▶ [Activity]: After finding the line containing "self._findings.refuse(found.number, where or" below, please output that line and each following one through the line containing "k in resource)", exactly as written.

▶ [Extracted data]:
+++

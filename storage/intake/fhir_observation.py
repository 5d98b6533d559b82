"""One FHIR R4 Observation becomes results: its own value, its components, its sampled data."""

from __future__ import annotations

from collections.abc import Iterator
from dataclasses import dataclass, replace
from typing import Protocol

import numpy as np

from core.record.channels import CHANNELS, Channel, Kind
from core.record.entries import NewEntry, from_reading
from core.record.instant import Instant, parse
from core.record.message import Message, RecordError, refuse
from core.record.reading import MAX_TEXT, Reading, read_value
from storage.codes import LOCAL_SYSTEM, LOINC, UCUM, Coding, Meaning, meaning_of_codings
from storage.intake.coded_value import CodeBook, code_key, coded_reading
from storage.intake.fhir_bundle import Found, Holdings
from storage.intake.fhir_json import Json, child, objects, text
from storage.intake.fhir_sampled import sampled_points
from storage.intake.fhir_times import observed_at
from storage.intake.findings import Findings
from storage.intake.patients import Patients
from storage.intake.result_versions import PRELIMINARY, Result, Standing, identity
from storage.intake.sample_spool import SampleSpool

LOCAL_ENTRY = "urn:uuid:5d9b5ec4-6f5b-5f0a-9f0b-7a6c1d2e4f12"
"""The system of identifiers that are ids of entries of our own exports."""
BY = "FHIR"
_STATUS = {
    "final": Standing.GIVEN, "preliminary": Standing.GIVEN, "unknown": Standing.GIVEN,
    "amended": Standing.CORRECTED, "corrected": Standing.CORRECTED,
    "cancelled": Standing.GONE, "entered-in-error": Standing.GONE,
}  # fmt: skip
_ARTERIAL_SATURATION = (LOINC, "2708-6")


class _Aside(Protocol):
    def put(self, line: int, column: str, value: str, message: Message) -> None: ...

    def note_code(self, key: str, name: str, example: str, unit: str) -> None: ...


@dataclass(frozen=True, slots=True)
class _About:
    """What holds for all values of one observation."""

    found: Found
    episode: str
    at: Instant
    status: str
    issued: Instant | None
    doubts: tuple[Message, ...]
    site: str
    identity: str
    is_own: bool


class ObservationRows:
    """Reads observations; what is wrong goes to `findings`, what is not for this record to `aside`."""

    def __init__(
        self, now: Instant, book: CodeBook, patients: Patients, holdings: Holdings, findings: Findings,
        aside: _Aside, spool: SampleSpool,
    ) -> None:  # fmt: skip
        self._now, self._book, self._patients, self._holdings = now, book, patients, holdings
        self._findings, self._aside, self._spool = findings, aside, spool

    def read(self, found: Found) -> Iterator[tuple[Result, str]]:
        """The results of an observation, each with the sample site it names."""
        elsewhere = self._holdings.members_elsewhere(found.resource)
        if elsewhere:
            message = Message("fhir.members_elsewhere", {"count": elsewhere})
            self._aside.put(found.number, "hasMember", _name(found.resource), message)
        parts = list(self._parts(found))
        if not parts:
            return
        try:
            about = self._about(found)
        except RecordError as error:
            column = "status" if error.message.key.startswith(("result", "fhir")) else "effective"
            column = "subject" if error.message.key.startswith("patient") else column
            self._findings.refuse(found.number, column, _name(found.resource), error.message)
            return
        if about is None:
            return
        for where, part, meaning in parts:
            try:
                result = self._result(about, where, part, meaning)
            except RecordError as error:
                shown = text(child(part, "valueQuantity"), "value") or _name(part)
                self._findings.refuse(found.number, where or "value", shown, error.message)
                continue
            if result is not None:
                yield result, meaning.site or about.site

    def _parts(self, found: Found) -> Iterator[tuple[str, Json, Meaning]]:
        """The observation itself and its components, where their codes are ours."""
        resource = found.resource
        has_parts = bool(resource.get("component") or resource.get("hasMember"))
        has_value = any(k.startswith("value") for k in resource)
        for where, part in (("", resource), *_components(resource)):
            meaning, why = self._meaning(part, resource)
            if meaning is not None and (has_value or where or not has_parts):
                yield where, part, meaning
            elif meaning is None and (where or has_value or not has_parts):
                self._aside.put(found.number, f"{where} code".strip(), _name(part), why)
                if why.key == "code.not_ours":
                    self._ask(part)

    def _ask(self, part: Json) -> None:
        """Note a code that nobody has said anything of, with what was sent under it."""
        codings = [(text(c, "system"), text(c, "code")) for c in objects(child(part, "code"), "coding")]
        quantity = child(part, "valueQuantity")
        example = text(quantity, "value") or _name({"code": child(part, "valueCodeableConcept")})
        unit = text(quantity, "code") or text(quantity, "unit")
        key = next((code_key(c) for c in codings if c[1]), "")
        self._aside.note_code(key, _name(part), example or text(part, "valueString"), unit)

    def _meaning(self, part: Json, resource: Json) -> tuple[Meaning | None, Message]:
        codings: list[Coding] = [(text(c, "system"), text(c, "code")) for c in objects(child(part, "code"), "coding")]
        code = codings[0][1] if codings else ""
        why = Message("code.not_ours", {"code": code[:60], "name": _name(part)[:80]})
        own = self._book.channel(codings)
        if own == "":
            return None, Message("code.not_wanted", why.values)
        if own is not None and own in CHANNELS:
            return Meaning(own), why
        meaning = meaning_of_codings(codings)
        if meaning is not None and meaning.channel == "sao2" and _ARTERIAL_SATURATION in codings:
            return _saturation(resource, meaning), Message("code.ambiguous_saturation", {"code": "2708-6"})
        return meaning, why

    def _about(self, found: Found) -> _About | None:
        resource = found.resource
        if "modifierExtension" in resource or "implicitRules" in resource:
            raise refuse("fhir.modifier", accepted="an observation without modifierExtension or implicitRules")
        status = text(resource, "status")
        if status == "registered":
            self._aside.put(found.number, "status", status, Message("result.not_yet", {"channel": ""}))
            return None
        if status not in _STATUS:
            raise refuse("result.status_unknown", value=status[:40], accepted=", ".join(_STATUS))
        at, doubts = (self._now, ()) if _STATUS[status] is Standing.GONE else self._moment(found)
        doubts += () if status not in ("preliminary", "unknown") else (Message(PRELIMINARY, {"channel": ""}),)
        episode = self._episode(found)
        ids = [i for i in objects(resource, "identifier") if text(i, "value")]
        own = next((text(i, "value") for i in ids if text(i, "system") == LOCAL_ENTRY), "")
        named = own or self._named(found, ids)
        return _About(found, episode, at, status, self._issued(resource), doubts, self._holdings.site(resource),
                      named, bool(own))  # fmt: skip

    def _moment(self, found: Found) -> tuple[Instant, tuple[Message, ...]]:
        at, doubts = observed_at(found.resource, self._now)
        if at is not None:
            return at, doubts
        panel = self._holdings.panel_of(found) or found.container
        if panel is not None:
            at, doubts = observed_at(panel, self._now)
        if at is None:
            raise refuse("time.none", accepted="effectiveDateTime, effectiveInstant or effectivePeriod")
        return at, (*doubts, Message("time.of_panel"))

    def _episode(self, found: Found) -> str:
        own = self._holdings.own_episode(found.resource)
        if own:
            return own
        identifiers, kind = self._holdings.identifiers(found.resource)
        if kind != "Patient":
            raise refuse("patient.not_a_patient", value=kind[:40], accepted="Patient")
        return self._patients.episode(identifiers, found.number)

    def _named(self, found: Found, ids: list[Json]) -> str:
        """What tells an observation from others: its identifier, else its address and its patient."""
        if ids:
            return f"{text(ids[0], 'system')}|{text(ids[0], 'value')}"
        patient = (self._holdings.identifiers(found.resource)[0] or [""])[0]
        address = found.url or text(found.resource, "id")
        return f"{patient}|{address}" if address else ""

    def _issued(self, resource: Json) -> Instant | None:
        for shown in (text(resource, "issued"), text(child(resource, "meta"), "lastUpdated")):
            try:
                at = parse(shown)
            except RecordError:
                continue
            return at if at <= self._now else None
        return None

    def _result(self, about: _About, where: str, part: Json, meaning: Meaning) -> Result | None:
        known = CHANNELS[meaning.channel]
        number, stated = about.found.number, _STATUS[about.status]
        by = _performer(about.found.resource) if about.is_own else BY
        note = "\n".join(text(n, "text") for n in objects(about.found.resource, "note"))[:MAX_TEXT]
        code = text(next(objects(child(part, "code"), "coding"), {}), "code")
        base = about.identity
        if where or not about.is_own:
            base = identity("fhir", about.identity or f"{about.episode}|{about.at}|{where}", code)
        if stated is Standing.GONE:
            entry = NewEntry(about.episode, known.key, about.at, by=by, note=note)
            return Result(number, base, (about.status,), entry, stated, about.status, about.issued)
        if "valueSampledData" in part:
            self._take_samples(about, part, known)
            return None
        reading = self._reading(number, where, part, known)
        if reading is None:
            return None
        doubts = (*about.doubts, *reading.doubts)
        entry = replace(from_reading(about.episode, about.at, reading, by=by, note=note),
                        doubt=doubts[0].key if doubts else "")  # fmt: skip
        if about.is_own:
            entry = replace(entry, zone=_extension(about.found.resource, "zone") or "UTC",
                            doubt=_extension(about.found.resource, "doubt") or entry.doubt)  # fmt: skip
        version = (about.status, str(about.issued or ""), entry.raw, entry.raw_unit, str(about.at))
        return Result(number, base, version, entry, stated, about.status, about.issued, doubts)

    def _reading(self, number: int, where: str, part: Json, known: Channel) -> Reading | None:
        """The value of an observation or component; None where it states none, with the reason set aside."""
        quantity = child(part, "valueQuantity")
        if quantity:
            if text(quantity, "comparator"):
                shown = text(quantity, "comparator") + text(quantity, "value")
                raise refuse("value.comparator", channel=known.key, value=shown[:40], accepted="one exact number")
            is_ucum = text(quantity, "system") == UCUM
            unit = text(quantity, "code") if is_ucum else ""
            return coded_reading(known, _plain(text(quantity, "value")), unit, is_ucum=is_ucum)
        concept = child(part, "valueCodeableConcept")
        for name in ("valueString", "valueDateTime", "valueInteger", "valueBoolean"):
            if name in part:
                return _worded(known, part, name)
        if concept:
            codes = [text(c, "code") for c in objects(concept, "coding") if text(c, "system") == LOCAL_SYSTEM]
            return read_value(known, (codes or [text(concept, "text") or _name({"code": concept})])[0])
        absent = child(part, "dataAbsentReason")
        why = text(next(objects(absent, "coding"), {}), "code") or text(absent, "text")
        self._aside.put(number, f"{where} value".strip(), why,
                        Message("result.no_value", {"channel": known.key, "why": why[:80]}))  # fmt: skip
        return None

    def _take_samples(self, about: _About, part: Json, known: Channel) -> None:
        unit, t, v, decimals = sampled_points(child(part, "valueSampledData"), known, about.at)
        lines = np.full(t.size, about.found.number, np.int32)
        self._spool.add(about.episode, known, unit, "", t, v, lines, decimals)


def _components(resource: Json) -> Iterator[tuple[str, Json]]:
    for i, part in enumerate(objects(resource, "component")):
        yield f"component[{i}]", part


def _saturation(resource: Json, meaning: Meaning) -> Meaning | None:
    """2708-6 is a pulse oximeter's among vital signs and an analyser's among laboratory results."""
    kinds = {text(c, "code") for category in objects(resource, "category") for c in objects(category, "coding")}
    if "vital-signs" in kinds:
        return Meaning("spo2")
    return meaning if "laboratory" in kinds else None


def _worded(known: Channel, part: Json, name: str) -> Reading:
    if name == "valueBoolean":
        if known.kind is not Kind.MARK or part[name] is not True:
            raise refuse("value.missing", channel=known.key, accepted="a value of its own kind")
        return read_value(known, "")
    return coded_reading(known, text(part, name), "", is_ucum=True)


def _plain(shown: str) -> str:
    """A JSON number without exponent, its digits kept."""
    from decimal import Decimal, InvalidOperation

    if "e" not in shown.lower():
        return shown
    try:
        number = Decimal(shown)
    except InvalidOperation:
        return shown
    return format(number, "f") if -40 < number.adjusted() < 40 else shown


def _name(part: Json) -> str:
    code = child(part, "code")
    coding = next(objects(code, "coding"), {})
    return text(code, "text") or text(coding, "display") or text(coding, "code")


def _performer(resource: Json) -> str:
    return text(next(objects(resource, "performer"), {}), "display")


def _extension(resource: Json, name: str) -> str:
    url = f"{LOCAL_SYSTEM}:{name}"
    return next((text(e, "valueString") for e in objects(resource, "extension") if text(e, "url") == url), "")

+++

▶ [Result of this task]:
                self._findings.refuse(found.number, where or "value", shown, error.message)
                continue
            if result is not None:
                yield result, meaning.site or about.site

    def _parts(self, found: Found) -> Iterator[tuple[str, Json, Meaning]]:
        """The observation itself and its components, where their codes are ours."""
        resource = found.resource
        has_parts = bool(resource.get("component") or resource.get("hasMember"))
        has_value = any(k.startswith("value") for k in resource)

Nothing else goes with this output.